The ordering is achieved through vector distance calculations between these AI-generated grading vectors. The system arranges responses to minimize the overall distance between consecutive answers, ensuring that responses with similar grading patterns appear together. This approach is designed to reduce cognitive load from constant context switching between different answer types and helps maintain consistent grading across similar responses. This directly addresses challenges like workload and bias as identified in our research.
Mathematical expressions in student responses often appear in various formats, from simple inline calculations in free-text editors to complex LaTeX formulas. A small test case in Mathematics revealed that inconsistent notation and formatting can significantly increase cognitive load during grading.
Our platform implements automated mathematical expression parsing that converts raw text representations into standardized LaTeX notation. When students write mathematical expressions in plain text format (e.g., "x^2-6" or "sqrt(4)"), the system automatically converts these into properly formatted mathematical notation. The original text remains visible for verification, but the standardized format helps graders quickly under-stand the mathematical structure of the response.
An example of math parsing in action for both a normal and a highlighted part of the student response is shown below:
The parsing functionality operates through specialized AI prompts that identify and interpret mathematical expressions within the broader context of student responses. This is particularly valuable in responses that mix textual explanations with mathematical reasoning, as it helps graders focus on the conceptual understanding rather than decoding various notation styles. By standardizing the presentation of mathematical expressions, the system reduces interpretation errors and improves grading efficiency while maintaining the original response for reference.
The quality assurance functionality is a key component of our AI-assisted grading platform, designed to enhance grading consistency. This feature directly addresses concerns raised in our interviews about maintaining fairness and consistency, especially in team-based grading scenarios, which all participants reported using for large exams.
Our platform implements clustering visualization and outlier detection to help lecturers identify potential grading inconsistencies after the initial grading is complete. The system analyzes graded responses and presents them in a visual format that allows for quick identification of potential outliers or inconsistencies in grading patterns.
The system analyzes graded responses through several integrated approaches.
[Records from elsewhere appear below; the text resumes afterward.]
static tp_status write_json(const char *path, const fit_run *f, tp_diag *d)
{
    const tp_fit_result *r = &f->res;
    cJSON *root = cJSON_CreateObject(), *lg, *params, *corr, *resid, *solver, *warn, *caut;
    tp_caution cautions[TP_CAUTIONS_MAX];
    char buf[96];
    tp_status st;
    int i, j;
    if (!root)
        return TP_ERR_NOMEM;
    lg = cJSON_AddObjectToObject(root, "log");
    params = cJSON_AddArrayToObject(root, "parameters");
    corr = cJSON_AddArrayToObject(root, "correlation");
    resid = cJSON_AddObjectToObject(root, "residuals");
    solver = cJSON_AddObjectToObject(root, "solver");
    warn = cJSON_AddArrayToObject(root, "warnings");
    caut = cJSON_AddArrayToObject(root, "cautions");
    if (!lg || !params || !corr || !resid || !solver || !warn || !caut) {
        cJSON_Delete(root);
        return TP_ERR_NOMEM;
    }
    cJSON_AddStringToObject(lg, "file", f->log.name);
    tp_json_number(lg, "rows", (double)f->log.n);
    tp_json_number(lg, "duration_s", f->log.t[f->log.n - 1]);
    cJSON_AddStringToObject(lg, "time_column", f->log.time_col);
    cJSON_AddStringToObject(lg, "reading_column", f->log.temp_col);
    if (f->log.drive_kind != TP_TEMPLOG_DRIVE_NONE)
        cJSON_AddStringToObject(lg, "drive_column", f->log.drive_col);
    else
        cJSON_AddNullToObject(lg, "drive_column");
    cJSON_AddStringToObject(lg, "drive",
                            r->drive == TP_FIT_BY_DUTY         ? "duty"
                            : r->drive == TP_FIT_BY_POWER      ? "power"
                            : r->drive == TP_FIT_BY_CONTROLLER ? "controller"
                                                               : "full");
    for (i = 0; i < f->n_params; i++) {
        const tp_fit_param *q = &f->params[i];
        cJSON *o = cJSON_CreateObject();
        if (!o || !cJSON_AddItemToArray(params, o)) {
            cJSON_Delete(o);
            continue;
        }
        cJSON_AddStringToObject(o, "key", q->path);
        cJSON_AddStringToObject(o, "si_unit", tp_units_si_name(q->dim));
        tp_json_number(o, "value", q->value);
        tp_json_number(o, "standard_error", q->se);
        tp_json_number(o, "start", q->start);
        cJSON_AddBoolToObject(o, "start_unset", q->start_unset);
        tp_json_number(o, "lower", q->lo);
        tp_json_number(o, "upper", q->hi);
        cJSON_AddStringToObject(o, "scale", q->scale == TP_FIT_LOG ? "log" : "linear");
        tp_json_number(o, "standard_error_scaled", q->se_scaled);
        fmt_value(f->s.doc, q, q->value, digits_for(q->value, q->se), buf, sizeof buf);
        cJSON_AddStringToObject(o, "value_text", buf);
        cJSON_AddBoolToObject(o, "at_bound", q->at_bound);
        cJSON_AddBoolToObject(o, "identifiable", !q->weak);
    }
    for (i = 0; i < f->n_params; i++) {
        cJSON *row = cJSON_CreateArray();
        if (!row || !cJSON_AddItemToArray(corr, row)) {
            cJSON_Delete(row);
            continue;
        }
        for (j = 0; j < f->n_params; j++) {
            double c = r->corr[i * f->n_params + j];
            cJSON_AddItemToArray(row, isfinite(c) ? cJSON_CreateNumber(c) : cJSON_CreateNull());
        }
    }
    tp_json_number(resid, "rms_K", r->rms);
    tp_json_number(resid, "max_abs_K", r->max_abs);
    tp_json_number(resid, "max_at_s", f->log.t[r->max_row]);
    tp_json_number(resid, "max_at_line", (double)f->log.line[r->max_row]);
    tp_json_number(resid, "sigma_K", r->sigma);
    tp_json_number(resid, "degrees_of_freedom", (double)r->dof);
    tp_json_number(resid, "rss_K2", r->rss);
    tp_json_number(solver, "starts", r->starts_run);
    tp_json_number(solver, "starts_at_best", r->starts_at_best);
    tp_json_number(solver, "model_runs", (double)r->evals);
    tp_json_number(solver, "failed_runs", (double)r->failed_runs);
    tp_json_number(solver, "rank", r->rank);
    tp_json_number(solver, "lm_info", r->lm_info);
    tp_json_number(solver, "seconds", r->seconds);
    for (i = 0; i < f->n_warn; i++)
        cJSON_AddItemToArray(warn, cJSON_CreateString(f->warn[i]));
    tp_json_add_cautions(caut, cautions, tp_fit_cautions(&f->fitted, f->net, r, cautions));
    st = tp_json_write(path, root, d);
    cJSON_Delete(root);
    return st;
}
Clustering visualization groups similar responses visually, with human-assigned grades represented by colors, enabling quick identification of inconsistencies. The outlier detection system calculates scores based on the agreement between human grading and AI-suggested groupings, flagging responses that may need review. A comprehensive re-view interface provides sortable access to all graded responses, including assigned rubrics and computed outlier scores, while maintaining our commitment to preventing AI bias by never displaying AI-generated grades to human graders.